**WHAT IS REQUIRED**
Wherever "Network" shows up in the records below, copy the whole line.

**DATASET CONTENT**
_ _ _
"""LED driver front ends (and the filament reference) as circuits of named components.

Each model has typical component values that scale with the rated input power and the
supply (every one overridable by name, units in the name), and a builder that adds its
elements to a :class:`~pqcalc.circuits.network.Network` for ``m`` identical lamps in
parallel (admittances times ``m``: the state count does not grow with the lamp count).

Models (ids are stable): ``resistive``, ``dropper``, ``bulk-cap``, ``sine-follow``, ``pfc``,
``pwm-detect``. Defaults are typical values of the trade (common practice), not any product.

Every LED driver has input parts ahead of its capacitors that bound the current when a
dimmer switches a charged capacitor onto a stiff supply: the dropper's surge resistor, the
fusible series resistor of ``bulk-cap`` and ``pwm-detect``, a fuse resistor on
``sine-follow`` and on ``pfc``, whose EMI capacitor also sits behind a damped
differential-mode inductor (``r_fuse_ohm``, ``l_emi_h``, ``r_emi_damp_ohm``). A lamp's
current therefore does not hinge on the supply's impedance, which may be zero.

The constant-power converter of ``bulk-cap`` and ``pwm-detect`` (``i = P / v`` from the bulk
capacitor, with under-voltage lock-out) is a piecewise-affine element: the chords of
``P / v`` on a geometric voltage grid (:func:`chord_table`, at most 1e-4 high), so the
solver's segments stay exact (:mod:`pqcalc.circuits.pwl`). The ``pfc`` driver is an emulated
resistance whose value its voltage loop sets for the target power (see
:mod:`pqcalc.circuits.solve`).
"""

from __future__ import annotations

from collections.abc import Callable
from dataclasses import dataclass
from typing import Literal, get_args

import numpy as np

from ..errors import InputError
from .network import Network
from .pwl import EPS_V_V, Automaton
from .ranges import check_component

__all__ = ["MODELS", "ModelId", "ParamSpec", "model_params", "resolve_params", "GroupBuild",
           "build_group", "chord_table", "CHORD_RATIO", "DIODE_V_ON_V", "DIODE_R_ON_OHM",
           "G_OFF_S", "dim_fraction"]

ModelId = Literal["resistive", "dropper", "bulk-cap", "sine-follow", "pfc", "pwm-detect"]
MODELS: tuple[str, ...] = get_args(ModelId)

#: rectifier diode, piecewise linear: forward threshold [V], on resistance [ohm], off
#: conductance [S] (a small-signal fit of a 1 A silicon rectifier; common practice)
DIODE_V_ON_V = 0.65
DIODE_R_ON_OHM = 0.08
G_OFF_S = 1e-9


@dataclass(frozen=True)
class ParamSpec:
    """One component value of a model: name with unit, meaning, default rule."""

    name: str
    unit: str
    doc: str
    default: Callable[[float, float, float], float | None]  # (power_w, v_rms_v, f_hz)
    zero_ok: bool = False

    def value(self, p, v, f):
        return self.default(p, v, f)


def _vpk(v):
    return np.sqrt(2) * v


def _dropper_c(p, v, f):
    vs = 0.6 * _vpk(v)
    return p / (4 * f * vs * (_vpk(v) - vs))  # average current 4 f C (Vpk - Vs)


def _sine_follow_imax(p, v, f, n=3, vseg_frac=0.8):
    """Top regulator current [A] that gives the rated input power on an ideal sine.

    With ``k`` of ``n`` segments lit the regulator draws ``k / n`` of it, segment ``k``
    lighting at ``k v_seg``; over a half cycle of ``Vpk sin(theta)`` the mean power of the
    step added at ``theta_k = asin(k v_seg / Vpk)`` is ``(1 / n) 2 Vpk cos(theta_k) / pi``
    per ampere (closed form of ``(1 / pi) int Vpk sin(theta) d theta`` over
    ``[theta_k, pi - theta_k]``)."""
    vpk = _vpk(v)
    vseg = vseg_frac * vpk / n
    per_a = sum(2.0 * vpk * np.sqrt(1.0 - (k * vseg / vpk) ** 2) / np.pi / n
                for k in range(1, n + 1) if k * vseg < vpk)
    return p / per_a


def _sf_levels(n, imax):
    return [imax * k / n for k in range(1, n + 1)]


def _sf_shape(vv, n, vseg, imax, r_dyn):
    levels = _sf_levels(n, imax)
    i = np.zeros_like(vv)
    for k in range(n):
        on = vv >= (k + 1) * vseg
        i = np.where(on, levels[k], i)
    return i


def _r_fuse(p, v, f):
    """Fusible input resistor dissipating about 1 % of the rated power on a sine, 1..47 ohm
    (common practice)."""
    return float(np.clip(0.01 * v * v / p, 1.0, 47.0))


def _l_emi(p, v, f):
    """Differential-mode EMI inductor, about 1 mH at 60 W, larger for smaller drivers,
    0.2..10 mH (common practice, from memory)."""
    return float(np.clip(1e-3 * 60.0 / p, 0.2e-3, 10e-3))


def _c_dc(p, v, f):
    """Film capacitor at the boost stage's input, about 2 nF/W at 230 V (common practice)."""
    return 2e-9 * p * 230.0 / v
_ _ _
**EXPECTED OUTPUT**
elements to a :class:`~pqcalc.circuits.network.Network` for ``m`` identical lamps in
from .network import Network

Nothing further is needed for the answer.